Fine‐scale hydrological niche segregation in coastal dune slacks

• Published in: Journal of vegetation science Vol. 32; no. 5
• Main Authors: Dwyer, Ciara, Pakeman, Robin J., Jones, Laurence, Willegen, Lisanne, Hunt, Natalie, Millett, Jonathan, Michalet, Richard
• Format: Journal Article
• Language: English
• Published: Hoboken Wiley Subscription Services, Inc 01.09.2021
• Subjects: Coastal waters; coastal wetlands; Community composition; Composition; dune slack; Dunes; Elevation; Environmental restoration; Habitats; Herbivores; Hydrologic regime; Hydrology; microtopography; Nature reserves; niche segregation; Niches; Plant communities; Plant populations; Plant species; sand dunes; Species; succession; topography; Vegetation patterns; Water depth; Water table; Water table depth
• ISSN: 1100-9233; 1654-1103
• DOI: 10.1111/jvs.13085

Questions Hydrological niche segregation is widespread and has been found across a range of different habitats. Different plant species can occupy distinct hydrological niches, and as a result fine‐scale variability in hydrology can structure plant communities. However, these patterns may not be as clear in habitats where differences in hydrology are more short‐lived, such as coastal dune slacks.

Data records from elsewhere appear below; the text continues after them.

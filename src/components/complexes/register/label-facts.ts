import type { ComplexSummary } from '#src/contracts/complexes.ts';
import type { Settled } from './settle.ts';

/**
 * Whether a point group, in plain text, holds the inversion.
 *
 * @see the Schoenflies groups: Ci, Cnh and Dnh with n even, Dnd and S2n with n odd, Th, Oh, Ih, D∞h (common practice)
 */
export function hasInversion(group: string): boolean {
  if (['Ci', 'Th', 'Oh', 'Ih', 'Dinfh'].includes(group)) return true;
  const axial = /^([CD])(\d+)([hd])$/.exec(group);
  if (axial) {
    const even = Number(axial[2]) % 2 === 0;
    if (axial[3] === 'h') return even;
    return axial[1] === 'D' && !even;
  }
  const improper = /^S(\d+)$/.exec(group);
  return improper !== null && Number(improper[1]) % 4 === 2;
}

/** What a centre of symmetry, or its absence, means for the d–d bands. */
export function centreSentence(group: string | null, dCount: number | null): string | null {
  if (group === null) return null;
  const yes = hasInversion(group);
  const word = yes ? 'yes' : 'no';
  if (dCount === 0 || dCount === 10) return `${word}; d${dCount === 0 ? '⁰' : '¹⁰'} has no d–d bands`;
  return yes ? 'yes: d–d bands are Laporte-forbidden' : 'no: the Laporte rule does not bar d–d bands';
}

/** How a record of the same formula stands to what is about to be registered. */
export interface Relative {
  accession: string;
  /** The same geometry, isomer and hand: a second registration would be refused. */
  same: boolean;
  /** What it differs by, in words. */
  what: string;
}

/** Not stating the hand and stating the pair is one record. */
const hand = (chirality: string | null) => (chirality === 'rac' ? null : chirality);

/** Records of this formula among those found, the same one first. */
export function relativesOf(
  items: readonly ComplexSummary[],
  formula: string,
  { geometry, isomer, chirality }: Pick<Settled, 'geometry' | 'isomer' | 'chirality'>,
  geometryName: (symbol: string) => string,
): Relative[] {
  return items
    .filter((item) => item.formula === formula)
    .map((item) => {
      const other = item.centres.length === 1 ? (item.centres[0]?.geometry ?? null) : null;
      const stated = item.pointGroup !== null;
      const sameForm =
        item.isomer.descriptor === (isomer?.descriptor ?? null) && item.pointGroup === (isomer?.pointGroup ?? null);
      const same = other === geometry && sameForm && hand(item.isomer.chirality) === hand(chirality);
      const form = [item.isomer.chirality, item.isomer.descriptor].filter(Boolean).join('-');
      const isomerWords = form ? `the ${form} isomer` : stated ? 'the one isomer' : 'isomer not stated';
      const geometryWords = other === null ? 'geometry not stated' : geometryName(other);
      return {
        accession: item.accession,
        same,
        what: other === geometry ? isomerWords : `${geometryWords}, ${isomerWords}`,
      };
    })
    .sort((a, b) => Number(b.same) - Number(a.same));
}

We explored the extent that the hydrological regime structures dune slack plant communities. Location Ainsdale Coastal Sand Dune National Nature Reserve, UK. Methods Six hundred quadrats were surveyed, 100 in each of six coastal dune slacks. Water table levels are recorded monthly in each slack. Metrics summarising hydrological regime were calculated and adjusted for each quadrat based on elevation. We tested the relationship between water table depth, plant communities and topography across and within dune slacks. Results Half (three) of the slacks showed a significant influence of hydrology on plant community composition. The three that did not were the ones that varied least topographically and contained less diverse plant communities. We also provide indirect evidence of niche segregation by modelling species‐specific responses between mean water table depth and probability of species presence. Conclusions We demonstrate that hydrology is a dominant driver of plant community composition across dune slacks. However, plant communities are not always structured by hydrology, demonstrating the complexity of vegetation patterns. Topographic variation appears to impact plant community patterns, as do successional processes, highlighting the need to create diverse habitats for slack restoration and management. Coastal dune slacks are seasonal wetlands that are rich in diversity. We explored the extent that the hydrological regime structures plant communities. We demonstrate that hydrology is a key driver of plant communities across dune slacks, but not all plant communities are structured by hydrology. Topographic variability and successional processes also appear to impact these plant patterns.